Sunday, May 6, 2012
Albert Feuer has posted on SSRN his latest article, "A Misguided Kennedy Offspring from the Third Circuit," which will appear in Tax Management Weekly. The abstract:
The Third Circuit, in Estate of William Kensinger, Jr. v. URL Pharma, 2012 U.S. App. LEXIS 5741 (3rd Cir. March 20, 2012) (“Kensinger”), recently held that a federal common-law waiver by a participant’s designee may be used to force the designee to transfer her benefit payment to the person who would be entitled to the benefit, if the designee were not so entitled. The Third Circuit, which relied largely on the tenth footnote in Kennedy v. Plan Administrator of the Du Pont Savings and Investment Plan, 555 U.S. 285 (2009) (“Kennedy”), thereby entered the fray over whether a person with a superseded claim to an ERISA benefit may, after the plan has distributed the benefit, wrest the benefit in full, or in part, from the owner and recipient of such benefit.

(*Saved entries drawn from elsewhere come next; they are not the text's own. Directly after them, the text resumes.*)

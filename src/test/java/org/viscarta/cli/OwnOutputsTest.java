package org.viscarta.cli;

import static org.junit.jupiter.api.Assertions.assertEquals;
import static org.junit.jupiter.api.Assertions.assertTrue;

import java.io.IOException;
import java.nio.file.Files;
import java.nio.file.Path;
import java.util.List;
import org.junit.jupiter.api.Tag;
import org.junit.jupiter.api.Test;
import org.junit.jupiter.api.io.TempDir;
import org.viscarta.io.InputCollector;

/**
 * A folder input skips what Viscarta itself wrote there: the CSV tables of fit, rank and match
 * (-o), the shift tables and a report folder — each written here by the verb itself, so that a change
 * of their columns cannot slip past.
 */
@Tag("self-check")
class OwnOutputsTest {

    @TempDir
    Path dir;

    @Test
    void aFolderInputSkipsTheOutputsViscartaWroteIntoIt() throws IOException {
        Path data = dir.resolve("films.csv");
        Files.writeString(data, "sample,replicate,frequency [Hz],storage_modulus [Pa],loss_modulus [Pa]\n"
                + "a,1,0.1,1000,100\na,1,1,1200,150\na,1,10,1500,300\na,2,0.1,1010,101\na,2,1,1210,151\na,2,10,1510,301\n"
                + "b,1,0.1,2000,100\nb,1,1,2200,150\nb,1,10,2500,300\nb,2,0.1,2010,101\nb,2,1,2210,151\nb,2,10,2510,301\n");
        Path lib = dir.resolve("lib");
        Files.createDirectories(lib);
        Files.writeString(lib.resolve("ref.csv"), "# name: ref\n# class: gel\n# temperature: 23 °C\n# method: rheometer\n"
                + "frequency [Hz],storage_modulus [Pa],loss_modulus [Pa]\n0.1,1000,100\n1,1200,150\n10,1500,300\n");
        Path series = dir.resolve("series.csv");
        StringBuilder s = new StringBuilder("sample,temperature [°C],frequency [Hz],storage_modulus [Pa],loss_modulus [Pa]\n");
        for (int t : new int[] {10, 20, 30}) {
            for (double f : new double[] {0.1, 1, 10}) {
                double shifted = f * Math.pow(10, -(t - 20) / 10.0);
                s.append("film,").append(t).append(',').append(f).append(',').append(1e6 * Math.pow(shifted, 0.2)).append(',')
                        .append(2e5 * Math.pow(shifted, 0.2)).append('\n');
            }
        }
        Files.writeString(series, s.toString());
        List<Path> inputs = List.copyOf(InputCollector.collect(List.of(dir)));
        check(CliRun.of("rank", data.toString(), "-o", dir.resolve("ranking.csv").toString()));
        check(CliRun.of("fit", data.toString(), "--models", "springpot", "-o", dir.resolve("fits.csv").toString(),
                "--time-domain", "0.01:1:3", "--time-domain-out", dir.resolve("time.csv").toString()));
        check(CliRun.of("match", data.toString(), "--library", lib.toString(), "-o", dir.resolve("matches.csv").toString()));
        check(CliRun.of("shift", series.toString(), "--reference-temperature", "20", "-o", dir.resolve("shifted").toString()));
        check(CliRun.of("report", data.toString(), "--models", "springpot", "-o", dir.resolve("report").toString()));
        for (String out : List.of("ranking.csv", "fits.csv", "time.csv", "matches.csv", "shifted/master-curve.csv", "report/report.xlsx")) {
            assertTrue(Files.isRegularFile(dir.resolve(out)), out + " was written beside the inputs");
        }
        assertEquals(inputs, InputCollector.collect(List.of(dir)), "only the inputs are read back");
    }

    private static void check(CliRun r) {
        assertEquals(0, r.exitCode(), r.err());
    }
}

ERISA § 514(a) preempts state-law ownership claims to employee benefits, unless the terms of the ERISA plan provide for such a claim. The terms of most pension plans must provide for compliance with the terms of a domestic relations order that satisfies the QDRO requirements. The terms of other plans need not provide for the deference to any domestic relations orders. Kennedy discussed the effectiveness of a federal common-law waiver that is part of a domestic relations order.
Kennedy provided that (1) ERISA does not preempt a benefit waiver by a participant’s former spouse “embedded in a domestic relations order;” and (2) such waivers are superseded unless the plan terms provide for such a waiver. Thus, if the plan terms do not provide for such a waiver, the default designee may not use the waiver to force the plan to pay it the benefit rather than the former spouse. Moreover, the result appears to be the same if a plan’s terms provide for such a waiver without discussing the rights of the default designee to the waived benefit. Such plan provisions only appear to permit the former spouse to voluntarily decline the benefit.
The paper argues that a person, with a preempted or superseded ownership benefit claim, may not wrest the benefit in full, or in part, from the owner and recipient of such benefit from the plan. In short, Kensinger was decided incorrectly.
Albert notes that not everyone agrees with his position: Geoff Ward, “Clear, Voluntary, and Made in Good Faith: An Alternative to the Supreme Court’s Incorrect Approach to Resolving Conflicts Between Common Law Waivers and ERISA Plan Documents in Kennedy v. Plan Administrator for DuPont Savings and Investment Plan,” 64 Tax Law, 1003 (2011).